Westmoreland asked me to meet him at the Sheraton Kaanapali Hotel when he was here for a medical checkup at Tripler. He had me read his “white paper” in which he argued that more troops and unrestricted bombing would defeat the North. It was nonsense, but I didn’t have the expertise to tell him that. I have no idea why he wanted my opinion. Was he losing it, mentally? Later, he’d call me Bruce instead of Bob.

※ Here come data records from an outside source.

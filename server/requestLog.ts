/**
 * One log line per request and the request id that ties a response to its line.
 *
 * The id comes from the caller's `X-Request-Id` when it is a short safe token (a proxy or a
 * sensor can then follow its own id through our logs), else a fresh UUID; it is sent back on
 * every response and put in 5xx error bodies (server/errors.ts), so an operator handed an error
 * finds its line.
 *
 * The line carries method, path, status, response time, the id and, for ingest, the sensor —
 * never headers or bodies (tokens, cookies, passwords), and never the secret parts of a URL:
 * link tokens in paths (/reset-password/…, /invite/…, /api/v1/invitations/…) and query values
 * whose names suggest a secret. The serializers take the raw objects (no wrapping) and do only
 * string work, because ingest, the hottest route, passes through here too.
 */
import { randomUUID } from 'node:crypto';
import type { IncomingMessage, ServerResponse } from 'node:http';

import type { RequestHandler, Response } from 'express';
import type { Logger } from 'pino';

import { REDACTED } from './logger';

export const REQUEST_ID_HEADER = 'X-Request-Id';

/** What we accept from a caller: short, and nothing that could forge or break a log line. */
const SAFE_REQUEST_ID = /^[A-Za-z0-9._-]{1,64}$/;

/** The segment after these is a link token (reset and invitation links, the invitation API). */
const TOKEN_SEGMENT = /(\/(?:reset-password|invite|invitations)\/)[^/?#]+/gi;
/** Query names that may carry a secret; their values are blanked. */
const SECRET_QUERY_NAME = /token|pass|secret|key|code|sig|auth|session/i;
// Routes under a shop name invitations by their id, which is not a secret.
const SHOP_INVITATION = /^\/api\/v1\/shops\/[^/]+\/invitations\/[^/?#]+$/i;

export function requestIdOf(req: IncomingMessage, res: ServerResponse): string {
  const given = req.headers['x-request-id'];
  const id = typeof given === 'string' && SAFE_REQUEST_ID.test(given) ? given : randomUUID();
  res.setHeader(REQUEST_ID_HEADER, id);
  return id;
}

function safeQuery(query: string): string {
  return query
    .split('&')
    .map((pair) => {
      const eq = pair.indexOf('=');
      const rawName = eq === -1 ? pair : pair.slice(0, eq);
      let name: string;
      try {
        name = decodeURIComponent(rawName.replace(/\+/g, ' '));
      } catch {
        return `${rawName.slice(0, 32)}=${REDACTED}`; // undecodable: blank it rather than guess
      }
      return SECRET_QUERY_NAME.test(name) && eq !== -1 ? `${rawName}=${REDACTED}` : pair;
    })
    .join('&');
}

/** The URL as it may be logged: link tokens in the path and secret query values blanked. */
export function safeUrl(url: string): string {
  const q = url.indexOf('?');
  const path = q === -1 ? url : url.slice(0, q);
  const safePath = SHOP_INVITATION.test(path) ? path : path.replace(TOKEN_SEGMENT, `$1${REDACTED}`);
  return q === -1 ? safePath : `${safePath}?${safeQuery(url.slice(q + 1))}`;
}

declare module 'node:http' {
  interface IncomingMessage {
    /** This request's id (requestIdOf), set before any route runs. */
    id?: string;
  }
}

/** The ingest route stores the authenticated sensor here (server/routes/ingest.ts). */
function sensorIdOf(res: ServerResponse): string | undefined {
  const locals = (res as Partial<Response>).locals;
  return (locals?.sensor as { sensorId?: string } | undefined)?.sensorId;
}

/**
 * The request's line when its response ends (or its connection closes first): what pino-http
 * wrote, without the two child loggers pino-http makes for every request to carry `req` (one
 * serialises and redacts the request's fields up front, for a `req.log` nothing here uses).
 * Under `npm run bench`'s loaded phase (1,000 one-reading requests a second) pino-http's own
 * functions took ~4.9 % of the server's thread (scripts/bench/FINDINGS.md, "The loaded live
 * latency").
 */
export function requestLogger(logger: Logger): RequestHandler {
  const log = logger.child({ component: 'http' });
  return (req, res, next) => {
    const startMs = Date.now();
    req.id = requestIdOf(req, res);
    let logged = false;
    const done = (err?: unknown) => {
      if (logged) return;
      logged = true;
      res.off('finish', done);
      res.off('close', done);
      res.off('error', done);
      const line: Record<string, unknown> = {
        req: { id: req.id, method: req.method, url: safeUrl(req.originalUrl ?? req.url ?? '') },
        res: { statusCode: res.statusCode },
      };
      // The error handler attaches the real error as `res.err` (server/errors.ts): a 5xx
      // without one logs no invented error, only the status.
      const real = (res as { err?: unknown }).err ?? err;
      const failed = real !== undefined || res.statusCode >= 500;
      if (real !== undefined) line.err = real;
      line.responseTime = Date.now() - startMs;
      const sensorId = sensorIdOf(res);
      if (sensorId) line.sensorId = sensorId;
      if (failed) return void log.error(line, 'request errored');
      log[res.statusCode >= 400 ? 'warn' : 'info'](
        line,
        !req.readableAborted && res.writableEnded ? 'request completed' : 'request aborted',
      );
    };
    res.on('finish', done);
    res.on('close', done);
    res.on('error', done);
    next();
  };
}
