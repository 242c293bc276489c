/**
 * The week report as a PDF. PLACEHOLDER on main while the renderer is built on its own branch
 * (i11-pdf): the route and the Monday mail call this signature.
 */
import type { ReadingPoint } from '@/ingest/wire/readings';
import type { WeekReport } from '@/ingest/wire/reports';

export interface WeekReportPdfInput {
  report: WeekReport;
  /** Each zone's margin series over the week, as GET …/zones/:zoneId/readings answers it. */
  series: Map<string, ReadingPoint[]>;
}

export async function renderWeekReportPdf(input: WeekReportPdfInput): Promise<Buffer> {
  throw new Error(`PDF renderer not merged yet (${input.report.shop.id})`);
}
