/**
 * A pdfkit document on the shop's sheet with JetBrains Mono embedded, and the footer every page
 * carries ("made …" and "page i of n"): shared by the week report and the trial export, so both
 * print alike.
 */
import type PDFKitDocument from 'pdfkit';

import type { PaperSize } from '@/ingest/wire/reports';

import {
  FONT_BOLD,
  FONT_FILES,
  FONT_REGULAR,
  FOOTER_PT,
  MARGIN_PT,
  PAPER_POINTS,
  pdfColors,
  typeSizes,
} from './pdfLayout';

export interface StartedPdf {
  doc: PDFKit.PDFDocument;
  /** The width between the side margins, pt. */
  width: number;
  /** The whole file, once `doc.end()` has been called. */
  done: Promise<Buffer>;
}

/**
 * pdfkit (with its font engine) is loaded on the first PDF, not at start: it is ~6 MB of heap
 * a server holds for good once loaded, and most instances make a PDF once a week (README,
 * issue 13's memory row).
 */
let pdfkit: Promise<typeof PDFKitDocument> | undefined;
const loadPdfkit = () => (pdfkit ??= import('pdfkit').then((m) => m.default));

export async function startPdf(
  paperSize: PaperSize,
  info: PDFKit.DocumentInfo,
): Promise<StartedPdf> {
  const PDFDocument = await loadPdfkit();
  const paper = PAPER_POINTS[paperSize];
  const doc = new PDFDocument({
    size: [paper.width, paper.height],
    margins: {
      top: MARGIN_PT,
      left: MARGIN_PT,
      right: MARGIN_PT,
      bottom: MARGIN_PT + FOOTER_PT,
    },
    // Footers are written once every page exists, to know n in "page i of n".
    bufferPages: true,
    // Start on our face: the default Helvetica would otherwise be set up and referenced.
    font: FONT_FILES[FONT_REGULAR],
    lang: 'en',
    displayTitle: true,
    info: { Author: 'Drybench', Creator: 'Drybench', ...info },
  });
  doc.registerFont(FONT_REGULAR, FONT_FILES[FONT_REGULAR]);
  doc.registerFont(FONT_BOLD, FONT_FILES[FONT_BOLD]);

  const chunks: Buffer[] = [];
  doc.on('data', (chunk: Buffer) => chunks.push(chunk));
  const done = new Promise<Buffer>((resolve, reject) => {
    doc.on('end', () => resolve(Buffer.concat(chunks)));
    doc.on('error', reject);
  });
  return { doc, width: paper.width - 2 * MARGIN_PT, done };
}

/** Writes `made` and "page i of n" on every page, once all pages exist. */
export function drawFooters(doc: PDFKit.PDFDocument, made: string, width: number): void {
  const range = doc.bufferedPageRange();
  for (let i = range.start; i < range.start + range.count; i += 1) {
    doc.switchToPage(i);
    // Writing inside the bottom margin would make pdfkit start a new page.
    const bottomMargin = doc.page.margins.bottom;
    doc.page.margins.bottom = 0;
    const y = doc.page.height - MARGIN_PT - typeSizes.small;
    const left = doc.page.margins.left;
    doc.font(FONT_REGULAR).fontSize(typeSizes.small).fillColor(pdfColors.iron);
    doc.text(made, left, y, { width: width - 90, lineBreak: false });
    doc.text(`page ${i - range.start + 1} of ${range.count}`, left + width - 90, y, {
      width: 90,
      align: 'right',
      lineBreak: false,
    });
    doc.page.margins.bottom = bottomMargin;
  }
}
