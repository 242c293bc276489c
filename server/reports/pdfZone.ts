/**
 * One zone of the week report on paper: its name with the worst level it reached (a coloured
 * rule and the level's word, so black-and-white prints keep the meaning), the figures table,
 * the margin chart and the verdict.
 */
import { formatInTimeZone } from 'date-fns-tz';

import type { ReadingPoint } from '@/ingest/wire/readings';
import type { WeekReport, ZoneWeekFigures } from '@/ingest/wire/reports';
import { LEVEL_WORDS, formatHours, formatMargin, formatPercent } from '@/ingest/words';

import { CHART_HEIGHT_PT, drawMarginChart } from './pdfChart';
import { FONT_BOLD, FONT_REGULAR, levelPdfColors, pdfColors, typeSizes } from './pdfLayout';
import {
  PDF_LABELS,
  ackText,
  alarmsOpenedText,
  levelHoursText,
  percentRangeText,
  temperatureRangeText,
  timeOfWetnessText,
  worstLevel,
} from './pdfWords';

/** The label column of the figures tables (the zones' and the whole shop's). */
export const LABEL_WIDTH_PT = 185;
const ROW_GAP_PT = 2;
const SECTION_GAP_PT = 16;
const MAX_SILENT_LISTED = 4;
/** The name's column leaves room for the level word at the right. */
const NAME_WIDTH = (width: number) => width - 100;

/** "Tue 3 Mar 06:10" in the shop's time zone. */
export function shopClock(atIso: string, timeZone: string): string {
  return formatInTimeZone(new Date(atIso), timeZone, 'EEE d MMM HH:mm');
}

function silentText(zone: ZoneWeekFigures, timeZone: string): string {
  if (zone.silentPeriods.length === 0) return 'none';
  const total = zone.silentPeriods.reduce((sum, p) => sum + p.hours, 0);
  const listed = zone.silentPeriods
    .slice(0, MAX_SILENT_LISTED)
    .map((p) => `${shopClock(p.from, timeZone)} – ${shopClock(p.to, timeZone)}`);
  const more = zone.silentPeriods.length - listed.length;
  return [
    `${zone.silentPeriods.length} (${formatHours(total)}):`,
    ...listed,
    ...(more > 0 ? [`and ${more} more`] : []),
  ].join('\n');
}

/** The table's rows as [label, value], every value in the reader's unit. */
export function zoneRows(zone: ZoneWeekFigures, report: WeekReport): [string, string][] {
  const { unit } = report;
  const tz = report.shop.timeZone;
  return [
    [PDF_LABELS.coverage, `${formatPercent(zone.coveragePct)} (${zone.readings} readings)`],
    [PDF_LABELS.air, temperatureRangeText(zone.airC, unit)],
    [PDF_LABELS.rh, percentRangeText(zone.rhPct)],
    [
      PDF_LABELS.lowestMargin,
      zone.lowestMargin === null
        ? 'no surface data'
        : `${formatMargin(zone.lowestMargin.marginK, unit)} at ${shopClock(zone.lowestMargin.at, tz)}`,
    ],
    [PDF_LABELS.levelHours, levelHoursText(zone.levelHours)],
    [PDF_LABELS.timeOfWetness, timeOfWetnessText(zone.timeOfWetness)],
    [PDF_LABELS.emc, percentRangeText(zone.emcPct, 1)],
    [PDF_LABELS.alarms, alarmsOpenedText(zone.alarms)],
    [PDF_LABELS.ack, ackText(zone.alarms)],
    [PDF_LABELS.silent, silentText(zone, tz)],
  ];
}

function contentWidth(doc: PDFKit.PDFDocument): number {
  return doc.page.width - doc.page.margins.left - doc.page.margins.right;
}

function headingHeight(doc: PDFKit.PDFDocument, name: string, width: number): number {
  return doc.font(FONT_BOLD).fontSize(typeSizes.heading).heightOfString(name, { width });
}

/** Height of the zone's block, to keep it on one page when it fits on one. */
export function zoneBlockHeight(
  doc: PDFKit.PDFDocument,
  zone: ZoneWeekFigures,
  report: WeekReport,
): number {
  const width = contentWidth(doc);
  doc.font(FONT_REGULAR).fontSize(typeSizes.body);
  const rows = zoneRows(zone, report).reduce(
    (sum, [label, value]) =>
      sum +
      Math.max(
        doc.heightOfString(label, { width: LABEL_WIDTH_PT - 12 }),
        doc.heightOfString(value, { width: width - LABEL_WIDTH_PT }),
      ) +
      ROW_GAP_PT,
    0,
  );
  const verdict = doc.heightOfString(zone.verdict, { width });
  return (
    headingHeight(doc, zone.name, NAME_WIDTH(width)) + 8 + rows + 6 + CHART_HEIGHT_PT + verdict + 6
  );
}

/** Draws the zone at the cursor; the caller has made room for it. */
export function drawZone(
  doc: PDFKit.PDFDocument,
  zone: ZoneWeekFigures,
  report: WeekReport,
  points: readonly ReadingPoint[],
): void {
  const left = doc.page.margins.left;
  const width = contentWidth(doc);
  const top = doc.y;
  const level = worstLevel(zone.levelHours);

  // The name first (the reading order of the text), wrapped when long; the level word at the
  // top right.
  doc.font(FONT_BOLD).fontSize(typeSizes.heading).fillColor(pdfColors.ink);
  doc.text(zone.name, left + 8, top, { width: NAME_WIDTH(width) });
  const nameBottom = doc.y;
  doc.font(FONT_BOLD).fontSize(typeSizes.body).fillColor(levelPdfColors[level]);
  doc.text(`Worst: ${LEVEL_WORDS[level]}`, left + width - 90, top + 2, {
    width: 90,
    align: 'right',
  });
  doc.y = nameBottom;
  doc.y += 4;

  for (const [label, value] of zoneRows(zone, report)) {
    const rowTop = doc.y;
    doc.font(FONT_REGULAR).fontSize(typeSizes.body).fillColor(pdfColors.iron);
    doc.text(label, left + 8, rowTop, { width: LABEL_WIDTH_PT - 12 });
    const labelBottom = doc.y;
    doc.fillColor(pdfColors.ink);
    doc.text(value, left + LABEL_WIDTH_PT, rowTop, { width: width - LABEL_WIDTH_PT });
    doc.y = Math.max(doc.y, labelBottom) + ROW_GAP_PT;
  }

  // The level rule on the left edge of the name and table, as on the app's zone cards.
  doc
    .save()
    .lineWidth(3)
    .moveTo(left + 1.5, top)
    .lineTo(left + 1.5, doc.y - ROW_GAP_PT)
    .stroke(levelPdfColors[level])
    .restore();

  doc.y += 4;
  drawMarginChart(
    doc,
    {
      points,
      fromMs: Date.parse(report.week.from),
      toMs: Date.parse(report.week.to),
      weekStart: report.week.start,
      timeZone: report.shop.timeZone,
      lowestMarginK: zone.lowestMargin?.marginK ?? null,
    },
    report.unit,
    width,
  );

  doc.font(FONT_REGULAR).fontSize(typeSizes.body).fillColor(pdfColors.ink);
  doc.text(zone.verdict, left, doc.y, { width });
  doc.y += SECTION_GAP_PT;
}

I am reminded of the disasterous Anzac invasion of Turkey in 1915, of which historian Peter Hart writes: “Thanks to political interference, lethally combined with bullish optimism of generals who only saw opportunities, the Gallipoli campaign was launched into a void that guaranteed failure.”

 

three star

Gov. Neil Abercrombie’s new communications director, Jim Boersema, has published a Vietnam war novel, Loveless In The Nam. Boersema with a career as a public relations strategist, Unity House board member and Waikiki casino gambling advocate was drafted in 1968 and did one year as a combat infantryman. He got a direct commission as a first lieutenant and did his final reserve active duty as a colonel with the 9th Corps Augmentation at Schofield Barracks.